By
M. André Dupont-Sommer
[In: Comptes rendus des séances de l’Académie des Inscriptions et Belles- Lettres,
124e année, N. 4, 1980. pp. 698-715.]
Abridged and translated from the French by René Salm
For footnotes, please see the original PDF.
Part 3 (Final)
[P. 711. M. Dupont-Sommer writes:] As for the Essenes of Palestine, I wish to emphasize—and this with the greatest force—that the community’s structure clearly derived from that of Buddhism. Philo, the Jewish philosopher, characterizes that structure as follows:
In the first place, then, there is no one who has a house so absolutely his own private property that it does not in some sense also belong to every one. For besides that they all dwell together in companies, the house is open to all those of the same persuasion, who come to them from other quarters. There is one storehouse for all. Expenses are all accounted in common. Even garments belong to them all in common. Their food is common, since they all eat in refectories. There is no other people among which you find a common use of the same house, a common adoption of one mode of living, and a common use of the same table more thoroughly … (Philo, Every Good Man is Free, 85)

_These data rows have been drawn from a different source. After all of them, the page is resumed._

/** Parabola through the well-populated bins (count ≥ 10, weights √count), with fallbacks. */
function stateParabola(curve: Curve, field: string, warnings: WarningSink): Parabola {
  const pick = (minimum: number) => {
    const x: number[] = [];
    const g: number[] = [];
    const w: number[] = [];
    curve.counts.forEach((count, i) => {
      if (count >= minimum) {
        x.push(curve.x[i]);
        g.push(curve.g[i] as number);
        w.push(Math.sqrt(count));
      }
    });
    return { x, g, w };
  };
  let chosen = pick(WELL_POPULATED);
  if (chosen.x.length < 3) {
    chosen = pick(1);
    if (chosen.x.length < 3) {
      throw new CalcRefusal([{ field, message: 'Too few populated bins to fit a parabola.' }]);
    }
    warnings.warn(
      'gap-sparse-bins',
      `Sparse bins (${field}): fewer than 3 bins hold ≥ 10 samples; fit weighted by √count.`,
    );
  }
  return fitParabola(chosen.x, chosen.g, chosen.w);
}

/** Common grid for both states: width min(h_R, h_P), spanning both ranges. */
function commonEdges(reactant: readonly number[], product: readonly number[]): number[] {
  const width = Math.min(reactant[1] - reactant[0], product[1] - product[0]);
  const low = Math.min(reactant[0], product[0]);
  const high = Math.max(reactant[reactant.length - 1], product[product.length - 1]);
  const bins = Math.max(1, Math.ceil((high - low) / width));
  if (bins > MAX_HISTOGRAM_BINS) {
    throw new CalcRefusal([
      { field: REACTANT, message: 'Histogram degenerate; remove outliers or give a bin width.' },
    ]);
  }
  return equalWidthEdges(low, high, bins);
}

function blockTable(levels: readonly BlockLevel[]) {
  return levels.map((l) => ({
    blockSize: l.blockSize,
    blocks: l.blocks,
    standardError: l.standardError,
  }));
}

/**
 * Analysis of energy-gap samples ΔE = E_P − E_R drawn in the reactant and the product state.
 *
 * Method (SCIENCE.md §7):
 * - linear response: λ_St = (⟨ΔE⟩_R − ⟨ΔE⟩_P)/2, ΔG° = (⟨ΔE⟩_R + ⟨ΔE⟩_P)/2, and
 *   λ_var = σ²/(2k_BT) per state (n − 1 variances); cumulant ΔG° = ⟨ΔE⟩_R − σ_R²/(2k_BT) and
 *   ⟨ΔE⟩_P + σ_P²/(2k_BT);
 * - one-pass Welford moments and Flyvbjerg–Petersen blocking (`GapSampleAccumulator`); standard
 *   errors from the block-SE plateau, SE(λ_St) = SE(ΔG°) = ½√(SE_R² + SE_P²);
 * - Freedman–Diaconis histograms with exact type-7 quartiles (numpy's `bins='fd'`);
 * - diabatic free-energy curves on a common grid (width min(h_R, h_P)):
 *   G_R(x) = −k_BT ln P_R(x), G_P(x) = ΔG°(means) − k_BT ln P_P(x); empty bins are left out;
 * - ΔG‡ = G_R(0) − min G_R from weighted local quadratic fits near ΔE = 0 and near the minimum
 *   (σ_i ∝ 1/√n_i), with its standard error; else from the one bin holding ΔE = 0 (reactant, or
 *   product through G_R(0) = G_P(0)); else from the reactant parabola (b²/(4a)) with warning B20;
 *   the Gaussian (cumulant) estimate k_BT⟨ΔE⟩_R²/(2σ_R²) beside it;
 * - parabolas G = ax² + bx + c through bins with count ≥ 10 (weights √count): λ = 1/(4a);
 * - the exact linear free-energy relation G_P(x) − G_R(x) = x checked on bins populated in
 *   both states (mean and rms of the deviation);
 * - the merged curve (`mergeDiabaticCurves`): both histograms combined through that relation,
 *   the constant (≈ ΔG°) fitted on the overlap; null when the states share no populated bin.
 * References: A. Warshel, J. Phys. Chem. 1982, 86, 2218 (doi 10.1021/j100209a016); M. Tachiya,
 * J. Phys. Chem. 1989, 93, 7050 (doi 10.1021/j100357a004); G. King, A. Warshel, J. Chem. Phys.
 * 1990, 93, 8682 (doi 10.1063/1.459255); J. Blumberger, Chem. Rev. 2015, 115, 11191
 * (doi 10.1021/acs.chemrev.5b00298); H. Flyvbjerg, H. G. Petersen, J. Chem. Phys. 1989, 91, 461;
 * D. Freedman, P. Diaconis, Z. Wahrscheinlichkeitstheorie verw. Geb. 1981, 57, 453.
 */
export function analyseGapSamples(inputs: GapSampleInputs, warnings: WarningSink): GapOutputs {
  const reactant = summarise(inputs.reactant);
  const product = summarise(inputs.product);
  const plan = planGapHistograms(reactant, product, inputs.bins);
  const counts: GapHistogramCounts = {
    reactant: countInBins(reactant.sorted, plan.reactantEdges),
    product: countInBins(product.sorted, plan.productEdges),
    commonReactant: countInBins(reactant.sorted, plan.commonEdges),
    commonProduct: countInBins(product.sorted, plan.commonEdges),
  };
  return gapOutputsFromCounts(reactant, product, plan, counts, inputs.temperatureK, warnings);
}

/** Bin edges of both states' own histograms and of the common grid of the free-energy curves. */
export interface GapHistogramPlan {
  readonly reactantEdges: number[];
  readonly productEdges: number[];
  readonly commonEdges: number[];
}

/** Counts of each state's samples in the plan's edges (`countInBins` or `HistogramCounter`). */
export interface GapHistogramCounts {
  readonly reactant: ArrayLike<number>;
  readonly product: ArrayLike<number>;
  readonly commonReactant: ArrayLike<number>;
  readonly commonProduct: ArrayLike<number>;
}

/**
 * First half of `analyseGapSamples`, for callers that stream the samples (the server's trace
 * analyses read 10⁷-line files twice instead of holding them): refusals A20–A22 and A24 from the
 * two states' summaries, then the edges the samples must be counted into.
 */
export function planGapHistograms(
  reactant: GapStateSummary,
  product: GapStateSummary,
  bins?: number,
): GapHistogramPlan {
  const errors = [
    ...sampleErrors(REACTANT, reactant, bins),
    ...sampleErrors(PRODUCT, product, bins),
  ];
  if (errors.length > 0) throw new CalcRefusal(errors);
  if (!((reactant.stats.mean - product.stats.mean) / 2 > 0)) {
    throw new CalcRefusal([
      {
        field: REACTANT,
        message:
          'Negative λ from means: check the sign convention ΔE = E_P − E_R and that the files ' +
          'are not swapped.',
      },
    ]);
  }
  const reactantEdges = histogramEdges(reactant, bins);
  const productEdges = histogramEdges(product, bins);
  return { reactantEdges, productEdges, commonEdges: commonEdges(reactantEdges, productEdges) };
}

/**
 * Second half of `analyseGapSamples`: every output from the two states' summaries and their
 * counts in the plan's edges (see the method notes above `analyseGapSamples`).
 */
export function gapOutputsFromCounts(
  reactant: GapStateSummary,
  product: GapStateSummary,
  plan: GapHistogramPlan,
  counts: GapHistogramCounts,
  temperatureK: number,
  warnings: WarningSink,
) {
  const thermalEv = BOLTZMANN_EV_PER_K * temperatureK;
  const r = reactant.stats;
  const p = product.stats;
  const lambdaFromMeans = (r.mean - p.mean) / 2;
  const deltaG0FromMeans = (r.mean + p.mean) / 2;
  const lambdaFromVarianceReactant = r.variance / (2 * thermalEv);
  const lambdaFromVarianceProduct = p.variance / (2 * thermalEv);
  const linearResponseRatio =
    (lambdaFromVarianceReactant + lambdaFromVarianceProduct) / 2 / lambdaFromMeans;

  const histograms: { reactant: Histogram; product: Histogram } = {
    reactant: { edges: plan.reactantEdges, counts: Array.from(counts.reactant) },
    product: { edges: plan.productEdges, counts: Array.from(counts.product) },
  };
  const edges = plan.commonEdges;
  const curveR = freeEnergyOnGrid(counts.commonReactant, r.count, edges, thermalEv, 0);
  const curveP = freeEnergyOnGrid(
    counts.commonProduct,
    p.count,
    edges,
    thermalEv,
    deltaG0FromMeans,
  );
  const parabolaR = stateParabola(curveR, REACTANT, warnings);
  const parabolaP = stateParabola(curveP, PRODUCT, warnings);

  const curves = {
    x: [] as number[],
    reactant: [] as (number | null)[],
    product: [] as (number | null)[],
  };
  const deviations: number[] = [];
  for (let i = 0; i < curveR.x.length; i++) {
    const gr = curveR.g[i];
    const gp = curveP.g[i];
    if (gr === null && gp === null) continue;
    curves.x.push(curveR.x[i]);
    curves.reactant.push(gr);
    curves.product.push(gp);
    if (gr !== null && gp !== null) deviations.push(gp - gr - curveR.x[i]);
  }

  const mergedCurve = mergeDiabaticCurves(
    edges,
    counts.commonReactant,
    counts.commonProduct,
    thermalEv,
  );

  const barrier = activationFreeEnergy(curveR, curveP, edges, parabolaR, r, p, thermalEv, warnings);
  const seR = r.plateau.standardError;
  const seP = p.plateau.standardError;
  const seCombined = 0.5 * Math.hypot(seR, seP);
  warnGap(
    { lambdaFromMeans, lambdaFromVarianceReactant, lambdaFromVarianceProduct },
    r,
    p,
    warnings,
  );

  return {
    meanReactant: r.mean,
    meanProduct: p.mean,
    varianceReactant: r.variance,
    varianceProduct: p.variance,
    lambdaFromMeans,
    deltaG0FromMeans,
    lambdaFromVarianceReactant,
    lambdaFromVarianceProduct,
    linearResponseRatio,
    deltaG0CumulantReactant: r.mean - r.variance / (2 * thermalEv),
    deltaG0CumulantProduct: p.mean + p.variance / (2 * thermalEv),
    freeEnergyCurves: curves,
    activationFreeEnergy: barrier.value,
    activationFreeEnergySource: barrier.source,
    activationFreeEnergyStandardError: barrier.standardError,
    activationFreeEnergyOneBin: barrier.oneBin,
    // Gaussian (second-cumulant) estimate: G_R(x) = k_BT (x − ⟨ΔE⟩_R)²/(2σ_R²).
    activationFreeEnergyCumulant: (thermalEv * r.mean * r.mean) / (2 * r.variance),
    parabola: { reactant: parabolaR, product: parabolaP },
    lambdaFromParabolaReactant: parabolaR.lambda,
    lambdaFromParabolaProduct: parabolaP.lambda,
    linearFreeEnergyCheck: {
      overlapBins: deviations.length,
      meanDeviation: deviations.length > 0 ? mean(deviations) : null,
      rmsDeviation: deviations.length > 0 ? Math.sqrt(mean(deviations.map((d) => d * d))) : null,
    },
    mergedCurve,
    standardErrors: {
      meanReactant: seR,
      meanProduct: seP,
      lambdaFromMeans: seCombined,
      deltaG0FromMeans: seCombined,
    },
    naiveStandardErrors: { meanReactant: r.naiveStandardError, meanProduct: p.naiveStandardError },
    statisticalInefficiency: {
      reactant: r.statisticalInefficiency,
      product: p.statisticalInefficiency,
    },
    blockPlateau: { reactant: r.plateau, product: p.plateau },
    blockAnalysis: { reactant: blockTable(r.blockLevels), product: blockTable(p.blockLevels) },
    skewness: { reactant: r.skewness, product: p.skewness },
    excessKurtosis: { reactant: r.excessKurtosis, product: p.excessKurtosis },
    sampleCounts: { reactant: r.count, product: p.count },
    histograms,
  };
}
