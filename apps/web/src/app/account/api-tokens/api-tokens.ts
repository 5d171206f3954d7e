import { GwDatePipe } from '../../shared/date/gw-date';
import { ChangeDetectionStrategy, Component, OnInit, inject, signal } from '@angular/core';
import {
  FormControl,
  FormGroup,
  FormGroupDirective,
  ReactiveFormsModule,
  Validators,
} from '@angular/forms';
import { MatButtonModule } from '@angular/material/button';
import { MatFormFieldModule } from '@angular/material/form-field';
import { MatIconModule } from '@angular/material/icon';
import { MatInputModule } from '@angular/material/input';
import { MatSelectModule } from '@angular/material/select';
import type { ApiToken, ApiTokenScope, CreatedApiToken } from '@gapwise/contracts';
import { apiErrorOf, applyFieldErrors } from '../../session/api-errors';
import { TokensApi } from '../tokens-api';

/** Lifetimes offered for a new token; `null` = until revoked. */
export const TOKEN_LIFETIMES: ReadonlyArray<{ days: number | null; label: string }> = [
  { days: 30, label: '30 days' },
  { days: 90, label: '90 days' },
  { days: 365, label: '1 year' },
  { days: null, label: 'No expiry (until revoked)' },
];

export const SCOPE_WORDS: Record<ApiTokenScope, string> = {
  read: 'Read only',
  'read-write': 'Read and write',
};

/** Create (shown once), list and revoke personal API tokens. */
@Component({
  selector: 'gw-api-tokens',
  imports: [
    GwDatePipe,
    ReactiveFormsModule,
    MatButtonModule,
    MatFormFieldModule,
    MatIconModule,
    MatInputModule,
    MatSelectModule,
  ],
  templateUrl: './api-tokens.html',
  styleUrl: '../account-page/account-page.scss',
  changeDetection: ChangeDetectionStrategy.OnPush,
})
export class ApiTokens implements OnInit {
  private readonly api = inject(TokensApi);

  protected readonly lifetimes = TOKEN_LIFETIMES;
  protected readonly scopeWords = SCOPE_WORDS;
  protected readonly tokens = signal<ApiToken[]>([]);
  protected readonly created = signal<CreatedApiToken | null>(null);
  protected readonly failure = signal<string | null>(null);
  protected readonly busy = signal(false);
  protected readonly copied = signal(false);
  protected readonly form = new FormGroup({
    name: new FormControl('', { nonNullable: true, validators: [Validators.required] }),
    scope: new FormControl<ApiTokenScope>('read', { nonNullable: true }),
    lifetimeDays: new FormControl<number | null>(90),
  });

  ngOnInit(): void {
    this.load();
  }

  protected live(t: ApiToken): boolean {
    return !t.revokedAt && (!t.expiresAt || new Date(t.expiresAt).getTime() > Date.now());
  }

  protected create(directive: FormGroupDirective): void {
    if (this.form.invalid || !this.form.controls.name.value.trim()) {
      this.form.controls.name.setErrors({ required: true });
      this.form.markAllAsTouched();
      return;
    }
    const { name, scope, lifetimeDays } = this.form.getRawValue();
    const expiresAt =
      lifetimeDays === null ? null : new Date(Date.now() + lifetimeDays * 86_400_000).toISOString();
    this.busy.set(true);
    this.failure.set(null);
    this.api.create({ name: name.trim(), scope, expiresAt }).subscribe({
      next: (token) => {
        this.busy.set(false);
        this.copied.set(false);
        this.created.set(token);
        // Reset through the directive too, so the emptied name shows no "required" error.
        directive.resetForm({ ...this.form.getRawValue(), name: '' });
        this.load();
      },
      error: (err: unknown) => {
        this.busy.set(false);
        const error = apiErrorOf(err);
        const rest = applyFieldErrors(this.form, error);
        this.failure.set(
          error.fields?.length && rest.length === 0 ? null : [error.message, ...rest].join(' '),
        );
      },
    });
  }

  protected copy(token: string): void {
    void navigator.clipboard?.writeText(token).then(() => this.copied.set(true));
  }

  protected revoke(t: ApiToken): void {
    this.api.revoke(t.id).subscribe(() => {
      if (this.created()?.id === t.id) this.created.set(null);
      this.load();
    });
  }

  private load(): void {
    this.api.list().subscribe((list) => this.tokens.set(list));
  }
}
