/**
 * Writes λ (and/or ΔG°) of a finished analysis on a pair as derived parameters whose provenance
 * names the method and points at the analysis and both traces — through the pair use-case, so
 * the pair gets a new version and an audit event.
 */
export async function attachAnalysis(
  db: DataSource,
  compute: ComputeRunner,
  userId: string,
  analysisId: string,
  request: TraceAttachRequest,
): Promise<Pair> {
  const analysis = await readAnalysisFor(db, userId, analysisId);
  await requireRole(db.manager, analysis.workspaceId, userId, canEdit, 'trace analysis');
  const { workspaceId } = await pairForCaller(db.manager, request.pairId, userId);
  if (workspaceId !== analysis.workspaceId) throw notFound('pair');
  if (analysis.status !== 'done' || !analysis.result) {
    throw new AppError(
      409,
      'analysis-not-done',
      'The analysis has no result yet (status ' + analysis.status + ').',
    );
  }
  const result = analysis.result;
  const out = result.outputs;
  // Stored JSON: still checked, since a value may be missing from a result written long ago.
  const lambda = num(out.lambdaFromMeans);
  const deltaG0 = num(out.deltaG0FromMeans);
  const se = out.standardErrors;
  if (lambda === null || deltaG0 === null)
    throw new AppError(409, 'analysis-incomplete', 'The analysis result lacks λ or ΔG°.');
  const skipped =
    result.sources.reactant.skippedLineCount + result.sources.product.skippedLineCount;
  const provenance = (estimator: string): PairParameter['provenance'] => ({
    kind: 'derived',
    citation: null,
    methodId: 'reorg.gapSamples',
    methodInputs: {
      estimator,
      temperature: result.temperatureK,
      reactantTraceId: analysis.reactantTraceId,
      productTraceId: analysis.productTraceId,
      // The provenance sentence names the traces by their files (ids and hashes stay for audits).
      reactantFileName: result.sources.reactant.fileName,
      productFileName: result.sources.product.fileName,
      reactantSha256: result.sources.reactant.sha256,
      productSha256: result.sources.product.sha256,
      reactantSamples: result.sources.reactant.sampleCount,
      productSamples: result.sources.product.sampleCount,
      skippedLines: skipped,
    },
    sources: [
      { type: 'trace-analysis', id: analysis.id },
      { type: 'trace', id: analysis.reactantTraceId },
      { type: 'trace', id: analysis.productTraceId },
    ],
    note:
      `From energy-gap samples (${result.sources.reactant.fileName}, ${result.sources.product.fileName}) at ${result.temperatureK} K` +
      (skipped > 0 ? `; ${skipped} bad line${skipped === 1 ? ' was' : 's were'} skipped` : '') +
      (result.warnings.length
        ? `; warnings: ${result.warnings.map((w) => w.code).join(', ')}`
        : ''),
  });
  const additions: PairParameter[] = [];
  const kinds: string[] = [];
  if (request.parameters.includes('lambda')) {
    const kind = request.lambdaKind ?? 'lambdaOuter';
    kinds.push(kind);
    additions.push({
      kind,
      value: lambda,
      unit: 'eV',
      uncertainty: num(se?.lambdaFromMeans),
      provenance: provenance('lambdaFromMeans'),
    });
  }
  if (request.parameters.includes('deltaG0')) {
    kinds.push('deltaG0');
    additions.push({
      kind: 'deltaG0',
      value: deltaG0,
      unit: 'eV',
      uncertainty: num(se?.deltaG0FromMeans),
      provenance: provenance('deltaG0FromMeans'),
    });
  }
  const rows: Array<{ version: number }> = await db.query(
    'SELECT version FROM pairs WHERE id = $1',
    [request.pairId],
  );
  const version = request.version ?? Number(rows[0]?.version);
  return savePair(
    db,
    compute,
    userId,
    request.pairId,
    version,
    (pair) => {
      const input = inputOf(pair);
      const kept = input.parameters.filter((p) => !kinds.includes(p.kind));
      return { ...input, parameters: [...kept, ...additions] };
    },
    'pair.updated',
    `${kinds.join(' and ')} from trace analysis ${analysis.id.slice(0, 8)}`,
  );
}
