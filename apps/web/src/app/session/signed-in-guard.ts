import { inject } from '@angular/core';
import { CanActivateFn, Router } from '@angular/router';
import { map } from 'rxjs';
import { Session } from './session';

/** Lets signed-in users through; others go to sign-in and come back afterwards. */
export const signedInGuard: CanActivateFn = (_route, state) => {
  const router = inject(Router);
  return inject(Session)
    .ensureLoaded()
    .pipe(
      map((info) =>
        info ? true : router.createUrlTree(['/sign-in'], { queryParams: { returnUrl: state.url } }),
      ),
    );
};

Josephus, for his part, writes that the Essenes “have all things in common, so that a rich man enjoys no more of his own wealth than he who has nothing at all. There are about four thousand men that live in this way, and neither marry wives, nor are desirous to keep servants, thinking the latter tempts men to be unjust and the former gives occasion for domestic quarrels. But as they live by themselves, they minister one to another…” (Wars 18.1.5)
[712. Dupont-Sommer notes that, in its writings, the Dead Sea Sect over and over again uses the self-referential term YAHAD, “community.” He suggests that this usage parallels the Buddhist term SANGHA (Pâli)—also meaning “community” and a favorite self-referential term of Buddhist monks and nuns. DS then detects substantial parallels between Buddhism and Christianity in the Dead Sea writings themselves: “They eat in common, in common they pray, and in common they deliberate… All the members who are attached to the truth voluntarily bring to the community of God all their wisdom, all their forces, and all their possessions. The common purse is total, at least as far as the fully admitted members are concerned. Besides the donation of one’s assets, the member also gives over his daily earnings to the Overseer… Any covetousness or fraud is severely punished…”]
…For the perfect Essene, the “ardent love for one’s fellow man” is compassion, pity, assistance in need, forgiveness, pacifism, mildness and, to crown all, divine charity. Now, all the nuances of altruism are also found in the various Essene writings. For example, we read in the Rule of the Community:
I will return to no one retribution for evil,
I will return to all goodness.
Judgment of all the living belongs to God,
It is He who will accord to each his just retribution.
(Com.Rule X.17-18)
[713] This is also the teaching of the Testament of the Twelve Patriarchs, an original Essene work probably dating to the first century BCE… [DS reviews similar passages from the DSS that enjoin a central tenet in Buddhism known as karma–to return good for evil in the present, and thus to ensure happiness in the future.–RS]

The first page of my Buddhist and Christian Parallels Compiled from the Earliest Scriptures (2004).
The section on Karma is Chapter 27. Download and dissemination of this PDF is free and encouraged,
provided attribution of authorship is given.
[714] The most cherished ideal of the Buddhist community [Sangha] was the notion of radical charity. Buddhist missionaries propagated this ideal with the utmost zeal and, indeed, we find it marvelously emulated by the Essene community. In turn, this exalted ideal is reflected once more in the Christian gospel. Here is the commandment of Jesus the Nazarene, according to the Gospel of John: “I give you a new commandment, that you love one another. Just as I have loved you, you also should love one another. By this everyone will know that you are my disciples, if you have love for one another” (13:34-35). And this from the First Epistle of John: “Beloved, let us love one another, because love is from God; everyone who loves is born of God and knows God. Whoever does not love does not know God, for God is love” (1 Jn 4:7-8).
The Essene community was the fervent heir of Israel’s past—the Law and the Prophets. Its fervor, however, led it on to further shores, namely, into the world of the most elevated pagan mysticism. Essene gnosticism is essentially syncretist. It integrates the most ardent Jewish piety with noble conceptions of a highly spiritual nature, conceptions of Hellenistic, Iranian, and even Indian provenance. Regarding the latter, we detect the unmistakeable influence of Buddhism. Naturally, this syncretism led to a most rare and refined product. Because of its complex and deep heritage, Essenism had a unique power and reputation in both the Jewish and the Pagan worlds.
The ground was thus well prepared for the birth of Christianity, a sect that was originally Jewish and Essene, and one that would go on to conquer a large part of the globe.